Stored items:
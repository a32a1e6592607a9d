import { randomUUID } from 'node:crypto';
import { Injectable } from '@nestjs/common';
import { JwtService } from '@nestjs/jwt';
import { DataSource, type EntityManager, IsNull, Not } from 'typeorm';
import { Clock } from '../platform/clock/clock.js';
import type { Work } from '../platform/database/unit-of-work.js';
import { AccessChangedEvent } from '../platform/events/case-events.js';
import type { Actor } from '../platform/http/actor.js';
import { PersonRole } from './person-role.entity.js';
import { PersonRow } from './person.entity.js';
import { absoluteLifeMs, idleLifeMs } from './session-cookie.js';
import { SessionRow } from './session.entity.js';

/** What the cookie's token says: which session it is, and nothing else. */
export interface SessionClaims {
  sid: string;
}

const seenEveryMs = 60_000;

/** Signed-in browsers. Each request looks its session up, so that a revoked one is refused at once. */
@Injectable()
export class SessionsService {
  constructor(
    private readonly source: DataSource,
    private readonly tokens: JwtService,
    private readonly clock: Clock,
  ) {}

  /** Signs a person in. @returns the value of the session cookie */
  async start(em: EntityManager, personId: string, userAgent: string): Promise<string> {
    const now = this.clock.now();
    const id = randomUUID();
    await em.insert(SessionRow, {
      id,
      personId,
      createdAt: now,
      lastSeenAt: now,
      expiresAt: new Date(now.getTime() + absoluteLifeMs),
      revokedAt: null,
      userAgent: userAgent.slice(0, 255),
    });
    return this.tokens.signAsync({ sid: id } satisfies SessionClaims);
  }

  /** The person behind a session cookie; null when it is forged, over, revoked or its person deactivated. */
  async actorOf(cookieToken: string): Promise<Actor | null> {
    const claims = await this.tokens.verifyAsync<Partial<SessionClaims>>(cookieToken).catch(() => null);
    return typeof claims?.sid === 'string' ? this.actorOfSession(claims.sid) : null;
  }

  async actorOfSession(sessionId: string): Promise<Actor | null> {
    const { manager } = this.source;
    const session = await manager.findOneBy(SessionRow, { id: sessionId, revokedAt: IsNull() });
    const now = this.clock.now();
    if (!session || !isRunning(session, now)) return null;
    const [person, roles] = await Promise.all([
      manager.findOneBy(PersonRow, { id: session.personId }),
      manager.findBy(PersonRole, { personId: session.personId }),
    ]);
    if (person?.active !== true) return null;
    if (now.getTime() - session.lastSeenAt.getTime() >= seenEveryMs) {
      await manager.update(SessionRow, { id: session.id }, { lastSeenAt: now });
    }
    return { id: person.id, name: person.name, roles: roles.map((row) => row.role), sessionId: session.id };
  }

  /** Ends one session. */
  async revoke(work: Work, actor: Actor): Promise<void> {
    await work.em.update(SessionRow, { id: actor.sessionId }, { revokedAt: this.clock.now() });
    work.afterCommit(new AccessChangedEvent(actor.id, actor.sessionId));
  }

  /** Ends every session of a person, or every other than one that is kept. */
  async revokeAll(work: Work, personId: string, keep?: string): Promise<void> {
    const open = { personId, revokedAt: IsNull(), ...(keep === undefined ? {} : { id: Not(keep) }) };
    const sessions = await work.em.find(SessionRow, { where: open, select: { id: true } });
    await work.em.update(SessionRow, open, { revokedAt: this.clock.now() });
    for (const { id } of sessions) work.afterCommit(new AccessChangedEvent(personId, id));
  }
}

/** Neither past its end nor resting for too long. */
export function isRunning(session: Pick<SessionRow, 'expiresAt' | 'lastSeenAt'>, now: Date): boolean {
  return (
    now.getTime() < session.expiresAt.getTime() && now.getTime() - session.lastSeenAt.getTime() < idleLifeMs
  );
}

==

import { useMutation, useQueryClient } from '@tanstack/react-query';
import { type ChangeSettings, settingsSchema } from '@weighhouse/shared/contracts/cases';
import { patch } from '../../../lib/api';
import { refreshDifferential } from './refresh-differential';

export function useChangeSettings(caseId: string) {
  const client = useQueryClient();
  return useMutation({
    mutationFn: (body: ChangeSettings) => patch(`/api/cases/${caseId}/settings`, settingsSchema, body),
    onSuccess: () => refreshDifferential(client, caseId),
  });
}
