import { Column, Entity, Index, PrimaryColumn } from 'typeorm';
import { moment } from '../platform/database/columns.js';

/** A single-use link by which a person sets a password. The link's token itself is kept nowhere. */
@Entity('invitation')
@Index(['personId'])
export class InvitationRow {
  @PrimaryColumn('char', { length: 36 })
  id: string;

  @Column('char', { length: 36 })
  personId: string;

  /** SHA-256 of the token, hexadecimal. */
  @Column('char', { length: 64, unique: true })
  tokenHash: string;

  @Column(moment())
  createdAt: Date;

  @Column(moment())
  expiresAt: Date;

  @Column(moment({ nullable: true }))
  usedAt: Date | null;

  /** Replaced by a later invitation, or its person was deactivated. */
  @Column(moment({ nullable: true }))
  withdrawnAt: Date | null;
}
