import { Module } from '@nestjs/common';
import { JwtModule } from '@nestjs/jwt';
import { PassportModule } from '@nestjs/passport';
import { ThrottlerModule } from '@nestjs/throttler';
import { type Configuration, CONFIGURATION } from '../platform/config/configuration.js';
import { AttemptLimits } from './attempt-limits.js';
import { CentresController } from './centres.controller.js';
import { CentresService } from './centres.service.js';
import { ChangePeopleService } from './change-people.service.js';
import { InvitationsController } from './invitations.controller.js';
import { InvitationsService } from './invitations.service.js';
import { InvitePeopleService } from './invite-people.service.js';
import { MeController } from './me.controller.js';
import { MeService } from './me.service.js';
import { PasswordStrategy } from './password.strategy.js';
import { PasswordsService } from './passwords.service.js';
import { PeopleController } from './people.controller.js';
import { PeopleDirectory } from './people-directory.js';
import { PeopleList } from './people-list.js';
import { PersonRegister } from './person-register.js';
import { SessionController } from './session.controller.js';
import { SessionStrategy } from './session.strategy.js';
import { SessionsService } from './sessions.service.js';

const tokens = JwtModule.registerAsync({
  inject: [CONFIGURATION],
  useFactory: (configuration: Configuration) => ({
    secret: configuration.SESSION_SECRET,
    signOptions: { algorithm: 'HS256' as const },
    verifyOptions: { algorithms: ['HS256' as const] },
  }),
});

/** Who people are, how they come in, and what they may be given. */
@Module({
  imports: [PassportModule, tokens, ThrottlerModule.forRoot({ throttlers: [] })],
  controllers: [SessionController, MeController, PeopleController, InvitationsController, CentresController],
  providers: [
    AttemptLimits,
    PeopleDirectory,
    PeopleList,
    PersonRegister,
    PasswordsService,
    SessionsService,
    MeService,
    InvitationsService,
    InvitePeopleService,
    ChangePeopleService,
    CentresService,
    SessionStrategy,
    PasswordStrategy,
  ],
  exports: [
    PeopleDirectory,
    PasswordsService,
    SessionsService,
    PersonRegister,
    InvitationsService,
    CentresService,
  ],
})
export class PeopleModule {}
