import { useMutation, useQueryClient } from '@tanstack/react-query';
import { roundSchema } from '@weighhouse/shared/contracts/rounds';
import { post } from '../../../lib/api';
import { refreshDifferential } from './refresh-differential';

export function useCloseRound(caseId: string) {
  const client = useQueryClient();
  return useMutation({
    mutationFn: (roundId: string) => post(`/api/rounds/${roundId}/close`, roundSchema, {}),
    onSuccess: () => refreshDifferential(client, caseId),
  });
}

--

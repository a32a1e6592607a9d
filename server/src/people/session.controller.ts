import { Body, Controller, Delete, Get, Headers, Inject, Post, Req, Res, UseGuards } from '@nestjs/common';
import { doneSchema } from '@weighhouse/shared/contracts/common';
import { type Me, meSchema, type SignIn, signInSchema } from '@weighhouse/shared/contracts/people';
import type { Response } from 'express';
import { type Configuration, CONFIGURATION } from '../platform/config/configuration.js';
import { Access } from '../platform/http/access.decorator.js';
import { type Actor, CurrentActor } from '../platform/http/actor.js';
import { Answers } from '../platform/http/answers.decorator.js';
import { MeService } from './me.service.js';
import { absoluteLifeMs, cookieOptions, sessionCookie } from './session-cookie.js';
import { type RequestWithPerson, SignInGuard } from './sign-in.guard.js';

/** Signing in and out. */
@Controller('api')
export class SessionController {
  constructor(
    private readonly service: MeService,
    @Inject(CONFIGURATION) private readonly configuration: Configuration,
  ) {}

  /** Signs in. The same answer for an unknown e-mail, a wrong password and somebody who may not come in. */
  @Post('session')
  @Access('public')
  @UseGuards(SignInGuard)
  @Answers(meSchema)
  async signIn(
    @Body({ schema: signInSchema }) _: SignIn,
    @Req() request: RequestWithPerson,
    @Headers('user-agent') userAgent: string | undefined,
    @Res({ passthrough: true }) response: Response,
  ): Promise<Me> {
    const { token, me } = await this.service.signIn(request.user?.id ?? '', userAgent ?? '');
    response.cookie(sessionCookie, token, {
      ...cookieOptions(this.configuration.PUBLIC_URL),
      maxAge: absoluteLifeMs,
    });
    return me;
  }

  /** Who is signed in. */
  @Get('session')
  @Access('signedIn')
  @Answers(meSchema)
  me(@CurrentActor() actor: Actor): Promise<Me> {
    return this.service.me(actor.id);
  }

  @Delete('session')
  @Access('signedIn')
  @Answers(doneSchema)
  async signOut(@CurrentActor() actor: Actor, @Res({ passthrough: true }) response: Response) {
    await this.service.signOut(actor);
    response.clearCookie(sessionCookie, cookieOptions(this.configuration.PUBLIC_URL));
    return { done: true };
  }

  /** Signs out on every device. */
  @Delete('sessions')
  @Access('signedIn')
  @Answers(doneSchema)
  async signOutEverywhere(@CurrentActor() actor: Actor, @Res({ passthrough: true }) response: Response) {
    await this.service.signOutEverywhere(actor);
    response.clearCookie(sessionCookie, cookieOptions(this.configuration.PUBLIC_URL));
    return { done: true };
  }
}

Work to complete:
Return each line from the entries above that includes "weighhouse".

Written reply:
import { type ChangeSettings, settingsSchema } from '@weighhouse/shared/contracts/cases';
import { roundSchema } from '@weighhouse/shared/contracts/rounds';
import { doneSchema } from '@weighhouse/shared/contracts/common';
import { type Me, meSchema, type SignIn, signInSchema } from '@weighhouse/shared/contracts/people';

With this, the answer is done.